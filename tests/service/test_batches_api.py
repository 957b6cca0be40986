"""The /v1/batches contract through Flask's test client, with chunks run in-process on real Redis."""
import dataclasses
import io
import json
import time
import uuid

import numpy as np
import pytest

from jobs import accounts
from jobs.batch_store import BatchStore
from worker.run_batch import reconcile_batches, run_chunk

# y' = -k y + a y^2: pure decay for a = 0; for a > k (y0 = 1) the solution blows up at
# t = ln(a / (a - k)) / k, inside the span for a = 10, k = 1 (t ~ 0.105): that member fails.
MODEL = {"title": "decay with optional blow-up", "states": {"y": 1.0},
         "parameters": {"k": 1.0, "a": 0.0}, "ddt": {"y": "-k*y + a*y^2"}}
BASE = {"model": MODEL, "span": [0.0, 2.0], "output": {"count": 5},
        "tolerance": {"rtol": 1e-8, "atol": 1e-12}}
SUMS = [{"kind": "final", "of": "y"}, {"kind": "integral", "of": "y"},
        {"kind": "crossing", "of": "y", "level": 0.5, "when": "below", "name": "half_life"}]
PROBLEM = "application/problem+json"


@pytest.fixture
def bsettings(settings):
    return dataclasses.replace(settings, batch_queue=f"stifflane.test.b.{uuid.uuid4().hex[:8]}",
                               max_batch_members=1000, lease_seconds=1.0,
                               batch_stale_seconds=1)


@pytest.fixture
def bapp(bsettings, store):
    from service import create_app

    return create_app(bsettings, store=store)


@pytest.fixture
def bclient(bapp):
    return bapp.test_client()


@pytest.fixture
def bstore(bsettings, store):
    return BatchStore(store.r, bsettings)


def submit(client, body, **kw):
    return client.post("/v1/batches", data=json.dumps(body), content_type="application/json", **kw)


def grid_batch(k_values, chunk_size=4, **extra):
    return {"label": "decay grid", "base": BASE, "grid": {"parameters": {"k": k_values}},
            "summaries": SUMS, "chunk_size": chunk_size, **extra}


def drain(bstore, batch_id, published=None):
    """Run every published chunk in-process, as a worker would, until none is left."""
    queue = list(published if published is not None else range(bstore.get(batch_id).n_chunks))
    ran = []
    while queue:
        chunk = queue.pop(0)
        ran.append((chunk, run_chunk(bstore, lambda b, c: queue.append(c), batch_id, chunk)))
    return ran


def test_submit_answers_202_and_writes_no_key_per_member(bclient, bstore):
    r = submit(bclient, grid_batch({"from": 0.1, "to": 10, "count": 1000, "spacing": "log"}, 50))
    assert r.status_code == 202, r.get_json()
    body = r.get_json()
    assert body["members"] == 1000 and r.headers["Location"] == f"/v1/batches/{body['id']}"
    view = bclient.get(f"/v1/batches/{body['id']}").get_json()
    assert view["state"] == "queued" and view["chunks"] == 20
    assert view["progress"]["total"] == 1000 and view["progress"]["remaining"] == 1000
    assert view["columns"] == {"values": ["k"], "summaries": ["final_y", "integral_y", "half_life"]}
    keys = bstore.r.keys(bstore.keys.prefix + ":batch*")
    assert len(keys) <= 5  # record, leases, owner index, active set, active owners


def test_a_grid_batch_runs_to_a_complete_table_that_matches_the_analytic_solution(bclient, bstore):
    ks = [0.5, 1.0, 2.0, 4.0, 8.0]
    batch_id = submit(bclient, grid_batch(ks, chunk_size=2)).get_json()["id"]
    drain(bstore, batch_id)
    view = bclient.get(f"/v1/batches/{batch_id}").get_json()
    assert view["state"] == "succeeded" and view["progress"]["succeeded"] == 5
    assert view["progress"]["eta_seconds"] == 0.0
    table = bclient.get(f"/v1/batches/{batch_id}/table").get_json()
    assert table["complete"] and table["rows"] == 5
    cols = table["columns"]
    k = np.array(cols["values"]["k"])
    assert k.tolist() == ks and cols["index"] == list(range(5))
    # analytic: y = exp(-k t); integral (1 - exp(-2k))/k; y = 0.5 at ln 2 / k
    assert np.allclose(cols["summaries"]["final_y"], np.exp(-2 * k), rtol=1e-6)
    assert np.allclose(cols["summaries"]["integral_y"], (1 - np.exp(-2 * k)) / k, rtol=1e-4)
    half = np.array([np.nan if v is None else v for v in cols["summaries"]["half_life"]])
    want = np.where(np.log(2) / k <= 2.0, np.log(2) / k, np.nan)
    assert np.allclose(half, want, rtol=1e-3, equal_nan=True)  # k = 0.5 never halves in the span
    assert set(cols["outcome"]) == {"succeeded"}
    assert int(bstore.r.hget(bstore.keys.batch(batch_id), "writes")) == 3  # one write per chunk


def test_a_failing_member_is_a_row_with_its_outcome_and_the_rest_complete(bclient, bstore):
    body = {"base": BASE, "members": [{"parameters": {"a": 0.0}}, {"parameters": {"a": 10.0}},
                                      {"parameters": {"k": 3.0}}], "summaries": SUMS}
    batch_id = submit(bclient, body).get_json()["id"]
    drain(bstore, batch_id)
    view = bclient.get(f"/v1/batches/{batch_id}").get_json()
    assert view["state"] == "succeeded"
    assert (view["progress"]["succeeded"], view["progress"]["failed"]) == (2, 1)
    cols = bclient.get(f"/v1/batches/{batch_id}/table").get_json()["columns"]
    assert cols["outcome"][0] == cols["outcome"][2] == "succeeded"
    assert cols["outcome"][1] in ("step_underflow", "non_finite", "newton_failure") and cols["message"][1]
    assert cols["summaries"]["final_y"][1] is None
    # a list member keeps the base value of what it does not set
    assert cols["values"]["a"] == [0.0, 10.0, None] and cols["values"]["k"] == [None, None, 3.0]
    stats = bclient.get(f"/v1/batches/{batch_id}/statistics").get_json()
    assert stats["outcomes"]["succeeded"] == 2 and stats["summaries"]["final_y"]["count"] == 2


def test_exports_as_csv_and_npz(bclient, bstore):
    batch_id = submit(bclient, grid_batch([1.0, 2.0, 3.0], trajectories=True)).get_json()["id"]
    drain(bstore, batch_id)
    csv = bclient.get(f"/v1/batches/{batch_id}/table?format=csv")
    lines = csv.get_data(as_text=True).splitlines()
    assert lines[0].startswith("# caution: Numerical results are approximations")
    assert lines[1] == "index,k,final_y,integral_y,half_life,outcome,message" and len(lines) == 5
    npz = np.load(io.BytesIO(bclient.get(f"/v1/batches/{batch_id}/table?format=npz").data))
    assert str(npz["caution"]).startswith("Numerical results are approximations")
    assert npz["summaries"].shape == (3, 3) and npz["trajectories"].shape == (3, 5, 1)
    assert np.allclose(npz["trajectories"][:, :, 0], np.exp(-np.outer([1, 2, 3], npz["times"])), rtol=1e-6)
    assert bclient.get(f"/v1/batches/{batch_id}/table?format=xml").status_code == 406


def test_statistics_of_a_latin_hypercube_sample(bclient, bstore):
    body = {"base": BASE, "summaries": SUMS, "chunk_size": 25,
            "sample": {"count": 100, "seed": 11, "method": "latin_hypercube",
                       "parameters": {"k": {"distribution": "uniform", "low": 1.0, "high": 2.0}}}}
    batch_id = submit(bclient, body).get_json()["id"]
    drain(bstore, batch_id)
    table = bclient.get(f"/v1/batches/{batch_id}/table").get_json()["columns"]
    k = np.array(table["values"]["k"])
    assert sorted(np.floor((k - 1.0) * 100).astype(int).tolist()) == list(range(100))  # one per stratum
    final = np.array(table["summaries"]["final_y"])
    s = bclient.get(f"/v1/batches/{batch_id}/statistics").get_json()["summaries"]["final_y"]
    assert s["count"] == 100 and s["mean"] == pytest.approx(final.mean())
    assert s["std"] == pytest.approx(final.std(ddof=1))
    assert s["q05"] == pytest.approx(np.percentile(final, 5)) and s["q50"] == pytest.approx(np.median(final))


def test_a_partial_table_while_running_then_cancel(bclient, bstore):
    batch_id = submit(bclient, grid_batch([1.0 + i for i in range(12)], chunk_size=3)).get_json()["id"]
    assert run_chunk(bstore, lambda b, c: None, batch_id, 0) == "done"
    table = bclient.get(f"/v1/batches/{batch_id}/table")
    assert table.headers["X-Batch-Complete"] == "false"
    assert table.get_json()["columns"]["index"] == [0, 1, 2]
    r = bclient.post(f"/v1/batches/{batch_id}/cancel")
    assert r.status_code == 202 and r.get_json()["state"] == "cancelled"
    # a chunk message still in the queue never starts
    assert run_chunk(bstore, lambda b, c: None, batch_id, 1) == "cancelled"
    cols = bclient.get(f"/v1/batches/{batch_id}/table").get_json()["columns"]
    assert cols["index"] == list(range(12))
    assert cols["outcome"][:3] == ["succeeded"] * 3 and set(cols["outcome"][3:]) == {"cancelled"}
    p = bclient.get(f"/v1/batches/{batch_id}").get_json()["progress"]
    assert (p["succeeded"], p["cancelled"], p["remaining"]) == (3, 9, 0)


def test_a_lost_worker_chunk_is_requeued_fenced_and_counted_once(bclient, bstore):
    batch_id = submit(bclient, grid_batch([1.0, 2.0, 3.0, 4.0], chunk_size=2)).get_json()["id"]
    status, first = bstore.claim_chunk(batch_id, 0)  # a worker claims chunk 0, then dies
    assert status == "claimed"
    time.sleep(1.2)  # its lease (1 s in these settings) expires
    republished = []
    reconcile_batches(bstore, lambda b, c: republished.append(c))
    # chunk 0 lost its worker; chunk 1, published but unclaimed for longer than
    # batch_stale_seconds, may sit in a dead worker's prefetch: both are published again
    assert sorted(republished) == [0, 1]
    drain(bstore, batch_id, published=[1, *republished])  # with chunk 1's first message: a duplicate
    assert bstore.finish_chunk(batch_id, 0, first, (2, 0, 0), b"late") == 0  # the dead attempt is fenced
    view = bclient.get(f"/v1/batches/{batch_id}").get_json()
    assert view["state"] == "succeeded" and view["progress"]["succeeded"] == 4
    assert bclient.get(f"/v1/batches/{batch_id}/table").get_json()["columns"]["index"] == [0, 1, 2, 3]


@pytest.mark.parametrize("body, pointer", [
    ({"base": BASE, "grid": {"parameters": {"kk": [1.0]}}, "summaries": SUMS}, "/grid/parameters/kk"),
    ({"base": BASE, "grid": {"initial": {"y": [1.0, "x"]}}, "summaries": SUMS}, "/grid/initial/y/1"),
    ({"base": BASE, "members": [{"parameters": {"k": 1}}], "summaries": [{"kind": "max", "of": "z"}]},
     "/summaries/0/of"),
    ({"base": BASE, "sample": {"count": 5, "seed": 1, "parameters": {
        "k": {"distribution": "log_uniform", "low": -1.0, "high": 1.0}}}, "summaries": SUMS},
     "/sample/parameters/k/low"),
    ({"base": BASE, "grid": {"parameters": {"k": {"from": 1, "to": 2, "count": 2000}}}, "summaries": SUMS},
     "/grid"),
    ({"base": BASE, "summaries": SUMS}, "/"),
    ({"base": {**BASE, "span": [0.0, -1.0]}, "members": [{}], "summaries": SUMS}, "/base/span"),
    ({"base": BASE, "members": [{}], "summaries": [{"kind": "at", "of": "y", "time": 5.0}]},
     "/summaries/0/time"),
])
def test_invalid_batches_are_422_problems_with_json_pointers(bclient, body, pointer):
    r = submit(bclient, body)
    assert r.status_code == 422 and r.mimetype == PROBLEM
    assert pointer in {e["pointer"] for e in r.get_json()["errors"]}, r.get_json()


def test_non_finite_numbers_are_refused(bclient):
    r = bclient.post("/v1/batches", data='{"base": {}, "members": [{"parameters": {"k": NaN}}]}',
                     content_type="application/json")
    assert r.status_code == 400 and r.mimetype == PROBLEM


def test_other_owners_get_404_and_lists_hold_only_ones_own(bsettings, store):
    from service import create_app

    app = create_app(dataclasses.replace(bsettings, auth_mode="keys", rate_limit=1000), store=store)
    _, ana = accounts.create_key(store.r, store.keys, "ana")
    _, ben = accounts.create_key(store.r, store.keys, "ben")
    c = app.test_client()
    hana, hben = {"Authorization": f"Bearer {ana}"}, {"Authorization": f"Bearer {ben}"}
    batch_id = submit(c, grid_batch([1.0]), headers=hana).get_json()["id"]
    for path in ("", "/table", "/statistics", "/spec"):
        assert c.get(f"/v1/batches/{batch_id}{path}", headers=hben).status_code == 404
        assert c.get(f"/v1/batches/{batch_id}{path}", headers=hana).status_code == 200
    assert c.post(f"/v1/batches/{batch_id}/cancel", headers=hben).status_code == 404
    assert [b["id"] for b in c.get("/v1/batches", headers=hana).get_json()["items"]] == [batch_id]
    assert c.get("/v1/batches", headers=hben).get_json()["items"] == []


def test_lists_page_newest_first_with_a_cursor(bclient):
    ids = [submit(bclient, grid_batch([1.0])).get_json()["id"] for _ in range(3)]
    first = bclient.get("/v1/batches?limit=2").get_json()
    assert [b["id"] for b in first["items"]] == ids[::-1][:2] and first["next_cursor"] == ids[1]
    second = bclient.get(f"/v1/batches?limit=2&cursor={first['next_cursor']}").get_json()
    assert [b["id"] for b in second["items"]] == [ids[0]] and second["next_cursor"] is None
    assert bclient.get("/v1/batches?limit=0").status_code == 400


def test_trajectories_beyond_the_cap_are_refused(bsettings, store):
    from service import create_app

    app = create_app(dataclasses.replace(bsettings, max_batch_trajectory_values=100), store=store)
    r = submit(app.test_client(), grid_batch([float(k) for k in range(1, 30)], trajectories=True))
    assert r.status_code == 422
    assert [e["pointer"] for e in r.get_json()["errors"]] == ["/trajectories"]


def test_an_owners_batches_share_one_window_of_chunks_in_flight(bclient, bstore):
    window = bstore.settings.batch_chunks_in_flight
    first = submit(bclient, grid_batch([1.0] * 40, chunk_size=1)).get_json()["id"]
    assert bstore.r.hget(bstore.keys.batch(first), "published") == str(window).encode()
    second = submit(bclient, grid_batch([1.0] * 40, chunk_size=1)).get_json()["id"]
    assert bstore.r.hget(bstore.keys.batch(second), "published") == str(window // 2).encode()
    # another owner's batch gets a whole window of its own
    other = bstore.create({}, {"kind": "list", "columns": [], "rows": [[]] * 40}, {"values": [], "summaries": []},
                          40, 1, "other owner", "zed")
    assert len(bstore.next_chunks(other.id)) == window
    # the first batch publishes no more until its in-flight chunks drop below the owner's share
    assert bstore.next_chunks(first) == []


def test_the_label_submitted_comes_back_as_label_in_every_view(bclient):
    """The batch views use the job spec's word for the free text a client gives: `label`."""
    batch_id = submit(bclient, grid_batch([1.0, 2.0])).get_json()["id"]
    view = bclient.get(f"/v1/batches/{batch_id}").get_json()
    assert view["label"] == "decay grid" and "title" not in view
    (listed,) = [b for b in bclient.get("/v1/batches").get_json()["items"] if b["id"] == batch_id]
    assert listed["label"] == "decay grid" and "title" not in listed
    unlabelled = dict(grid_batch([1.0]))
    del unlabelled["label"]
    other = submit(bclient, unlabelled).get_json()["id"]
    assert bclient.get(f"/v1/batches/{other}").get_json()["label"] == MODEL["title"]  # as for jobs
    r = submit(bclient, dict(grid_batch([1.0]), title="a second name"))
    assert r.status_code == 422 and r.get_json()["errors"][0]["pointer"] == "/title"


def test_the_openapi_batch_view_names_label_not_title(bclient):
    props = bclient.get("/v1/openapi.json").get_json()["components"]["schemas"]["BatchView"]["properties"]
    assert "label" in props and "title" not in props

- [Exercise]: State the number of lines in the data that include the string "tolist", and add nothing else.

- [Finished exercise]: 2